▸ **Dataset entries**:
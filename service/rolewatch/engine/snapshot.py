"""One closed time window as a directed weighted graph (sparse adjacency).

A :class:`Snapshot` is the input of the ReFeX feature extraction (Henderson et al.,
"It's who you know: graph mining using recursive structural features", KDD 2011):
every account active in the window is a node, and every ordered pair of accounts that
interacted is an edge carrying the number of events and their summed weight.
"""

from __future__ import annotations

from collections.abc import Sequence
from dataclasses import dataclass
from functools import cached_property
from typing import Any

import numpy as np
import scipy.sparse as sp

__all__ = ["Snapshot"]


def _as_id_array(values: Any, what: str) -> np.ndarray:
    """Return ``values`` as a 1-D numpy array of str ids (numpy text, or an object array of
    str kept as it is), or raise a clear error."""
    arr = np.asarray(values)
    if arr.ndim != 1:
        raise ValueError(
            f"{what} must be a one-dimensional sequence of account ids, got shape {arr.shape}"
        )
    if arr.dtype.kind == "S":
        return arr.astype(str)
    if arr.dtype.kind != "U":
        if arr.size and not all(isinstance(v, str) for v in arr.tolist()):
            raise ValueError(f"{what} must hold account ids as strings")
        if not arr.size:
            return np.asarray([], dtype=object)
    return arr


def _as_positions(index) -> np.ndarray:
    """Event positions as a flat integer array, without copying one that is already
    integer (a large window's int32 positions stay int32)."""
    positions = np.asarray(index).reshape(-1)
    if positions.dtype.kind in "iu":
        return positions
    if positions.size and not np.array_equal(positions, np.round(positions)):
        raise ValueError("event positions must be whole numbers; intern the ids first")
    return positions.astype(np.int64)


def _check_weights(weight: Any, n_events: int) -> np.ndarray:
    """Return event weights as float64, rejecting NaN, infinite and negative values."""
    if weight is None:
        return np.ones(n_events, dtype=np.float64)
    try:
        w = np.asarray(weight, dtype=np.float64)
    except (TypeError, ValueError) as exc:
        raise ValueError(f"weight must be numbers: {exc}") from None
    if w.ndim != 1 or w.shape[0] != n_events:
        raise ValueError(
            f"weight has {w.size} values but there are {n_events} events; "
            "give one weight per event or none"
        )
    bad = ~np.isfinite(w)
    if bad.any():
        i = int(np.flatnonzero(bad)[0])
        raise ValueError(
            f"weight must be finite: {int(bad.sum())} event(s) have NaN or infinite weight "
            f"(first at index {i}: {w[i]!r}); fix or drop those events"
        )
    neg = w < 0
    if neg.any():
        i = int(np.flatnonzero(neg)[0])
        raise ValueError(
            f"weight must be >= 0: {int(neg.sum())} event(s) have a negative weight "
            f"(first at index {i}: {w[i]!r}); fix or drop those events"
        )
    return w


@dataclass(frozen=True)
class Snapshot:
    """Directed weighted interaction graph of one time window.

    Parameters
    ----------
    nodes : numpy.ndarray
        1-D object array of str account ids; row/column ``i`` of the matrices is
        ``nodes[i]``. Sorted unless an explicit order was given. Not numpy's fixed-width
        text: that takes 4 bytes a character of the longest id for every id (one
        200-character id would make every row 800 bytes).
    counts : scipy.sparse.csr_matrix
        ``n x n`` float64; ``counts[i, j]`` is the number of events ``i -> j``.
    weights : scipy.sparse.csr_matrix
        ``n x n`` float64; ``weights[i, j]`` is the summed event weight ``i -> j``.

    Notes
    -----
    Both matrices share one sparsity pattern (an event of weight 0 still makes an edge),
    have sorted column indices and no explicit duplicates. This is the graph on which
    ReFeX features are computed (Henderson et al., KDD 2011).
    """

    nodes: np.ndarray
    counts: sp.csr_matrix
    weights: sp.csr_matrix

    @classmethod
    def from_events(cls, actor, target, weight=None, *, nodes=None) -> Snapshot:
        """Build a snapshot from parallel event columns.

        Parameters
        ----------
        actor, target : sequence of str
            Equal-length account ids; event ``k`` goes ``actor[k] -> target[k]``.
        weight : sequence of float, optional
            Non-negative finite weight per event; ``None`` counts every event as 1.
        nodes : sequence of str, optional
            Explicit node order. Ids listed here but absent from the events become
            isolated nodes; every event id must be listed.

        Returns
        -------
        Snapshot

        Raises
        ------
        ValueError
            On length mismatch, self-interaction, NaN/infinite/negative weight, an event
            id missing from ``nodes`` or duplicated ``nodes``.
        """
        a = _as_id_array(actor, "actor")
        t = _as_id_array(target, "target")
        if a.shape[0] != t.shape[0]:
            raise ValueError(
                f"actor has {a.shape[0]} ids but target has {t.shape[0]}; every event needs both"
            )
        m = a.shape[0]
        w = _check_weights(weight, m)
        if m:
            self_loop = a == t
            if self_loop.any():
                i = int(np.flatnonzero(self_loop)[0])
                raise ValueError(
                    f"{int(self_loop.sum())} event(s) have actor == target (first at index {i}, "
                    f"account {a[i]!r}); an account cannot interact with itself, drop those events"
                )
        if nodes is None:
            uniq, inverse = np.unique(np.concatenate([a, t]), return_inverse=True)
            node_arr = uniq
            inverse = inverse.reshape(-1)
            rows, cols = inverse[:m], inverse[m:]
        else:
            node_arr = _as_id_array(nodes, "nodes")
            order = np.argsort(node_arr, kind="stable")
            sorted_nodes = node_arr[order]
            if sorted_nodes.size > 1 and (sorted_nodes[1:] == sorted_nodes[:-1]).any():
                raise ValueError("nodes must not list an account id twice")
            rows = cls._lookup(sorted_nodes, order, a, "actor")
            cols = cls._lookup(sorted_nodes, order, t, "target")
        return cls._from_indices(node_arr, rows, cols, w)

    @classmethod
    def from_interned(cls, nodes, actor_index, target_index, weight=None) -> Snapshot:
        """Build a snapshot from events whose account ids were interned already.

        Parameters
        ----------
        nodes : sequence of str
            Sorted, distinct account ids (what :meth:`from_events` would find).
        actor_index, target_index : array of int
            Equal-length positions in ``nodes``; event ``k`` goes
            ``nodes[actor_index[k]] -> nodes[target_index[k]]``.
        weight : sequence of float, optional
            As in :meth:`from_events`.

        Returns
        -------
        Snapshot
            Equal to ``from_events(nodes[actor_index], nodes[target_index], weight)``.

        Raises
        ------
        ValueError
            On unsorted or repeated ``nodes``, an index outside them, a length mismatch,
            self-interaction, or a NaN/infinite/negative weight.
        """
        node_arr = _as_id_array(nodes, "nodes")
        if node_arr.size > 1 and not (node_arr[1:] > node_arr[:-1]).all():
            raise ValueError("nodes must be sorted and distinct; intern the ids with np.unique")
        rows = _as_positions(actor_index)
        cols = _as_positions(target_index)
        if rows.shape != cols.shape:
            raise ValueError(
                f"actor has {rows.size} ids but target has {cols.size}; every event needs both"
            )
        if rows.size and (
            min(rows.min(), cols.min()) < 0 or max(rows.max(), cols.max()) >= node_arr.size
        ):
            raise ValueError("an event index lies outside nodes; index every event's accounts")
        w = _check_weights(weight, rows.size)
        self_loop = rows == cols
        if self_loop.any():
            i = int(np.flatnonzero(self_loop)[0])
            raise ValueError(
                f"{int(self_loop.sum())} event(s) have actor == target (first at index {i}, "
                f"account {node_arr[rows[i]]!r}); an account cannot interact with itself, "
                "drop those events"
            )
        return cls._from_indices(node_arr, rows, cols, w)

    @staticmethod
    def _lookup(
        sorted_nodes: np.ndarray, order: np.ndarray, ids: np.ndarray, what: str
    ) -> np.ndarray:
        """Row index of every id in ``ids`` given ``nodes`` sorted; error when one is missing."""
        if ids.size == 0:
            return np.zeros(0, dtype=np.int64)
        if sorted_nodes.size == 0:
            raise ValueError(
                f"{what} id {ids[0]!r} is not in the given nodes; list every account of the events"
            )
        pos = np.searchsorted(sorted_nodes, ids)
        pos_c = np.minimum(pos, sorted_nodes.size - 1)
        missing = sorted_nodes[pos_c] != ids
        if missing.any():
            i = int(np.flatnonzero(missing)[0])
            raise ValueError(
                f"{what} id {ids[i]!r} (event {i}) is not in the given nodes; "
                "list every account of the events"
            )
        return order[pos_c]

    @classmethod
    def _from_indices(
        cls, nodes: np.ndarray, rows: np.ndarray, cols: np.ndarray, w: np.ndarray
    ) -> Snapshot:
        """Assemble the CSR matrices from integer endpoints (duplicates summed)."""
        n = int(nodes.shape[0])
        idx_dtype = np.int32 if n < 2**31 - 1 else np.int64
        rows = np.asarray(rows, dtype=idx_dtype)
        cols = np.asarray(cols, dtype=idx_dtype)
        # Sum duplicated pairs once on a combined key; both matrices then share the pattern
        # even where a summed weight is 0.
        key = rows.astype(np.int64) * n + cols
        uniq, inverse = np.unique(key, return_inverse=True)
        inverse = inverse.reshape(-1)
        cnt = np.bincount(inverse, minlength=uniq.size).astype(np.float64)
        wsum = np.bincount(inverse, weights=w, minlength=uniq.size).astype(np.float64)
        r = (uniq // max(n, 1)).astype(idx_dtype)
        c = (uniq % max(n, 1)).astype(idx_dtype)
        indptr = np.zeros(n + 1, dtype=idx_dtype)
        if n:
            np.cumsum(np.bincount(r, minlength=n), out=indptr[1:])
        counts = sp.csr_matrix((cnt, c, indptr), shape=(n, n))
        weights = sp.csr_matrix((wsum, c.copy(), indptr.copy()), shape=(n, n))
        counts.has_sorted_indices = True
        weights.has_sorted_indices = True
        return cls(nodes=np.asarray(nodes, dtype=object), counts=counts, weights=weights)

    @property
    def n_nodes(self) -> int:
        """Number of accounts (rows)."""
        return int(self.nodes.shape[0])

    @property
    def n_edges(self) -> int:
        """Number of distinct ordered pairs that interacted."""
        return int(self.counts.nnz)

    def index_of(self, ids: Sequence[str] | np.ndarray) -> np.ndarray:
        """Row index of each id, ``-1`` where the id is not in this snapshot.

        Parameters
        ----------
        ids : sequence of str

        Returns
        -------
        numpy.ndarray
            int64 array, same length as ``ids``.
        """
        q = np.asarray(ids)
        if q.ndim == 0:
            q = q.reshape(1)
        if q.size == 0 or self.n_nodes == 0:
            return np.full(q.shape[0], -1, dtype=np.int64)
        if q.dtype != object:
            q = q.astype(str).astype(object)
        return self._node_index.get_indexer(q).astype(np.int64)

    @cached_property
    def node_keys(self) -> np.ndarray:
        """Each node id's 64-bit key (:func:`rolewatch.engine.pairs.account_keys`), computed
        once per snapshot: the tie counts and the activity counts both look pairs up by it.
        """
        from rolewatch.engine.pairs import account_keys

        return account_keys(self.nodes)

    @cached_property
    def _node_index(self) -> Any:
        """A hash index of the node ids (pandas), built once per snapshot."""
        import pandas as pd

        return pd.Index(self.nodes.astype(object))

▸ **Try it**: Check each line of the listing above. Copy it if it holds the string "would".

▸ **Written response**:
        200-character id would make every row 800 bytes).
            Sorted, distinct account ids (what :meth:`from_events` would find).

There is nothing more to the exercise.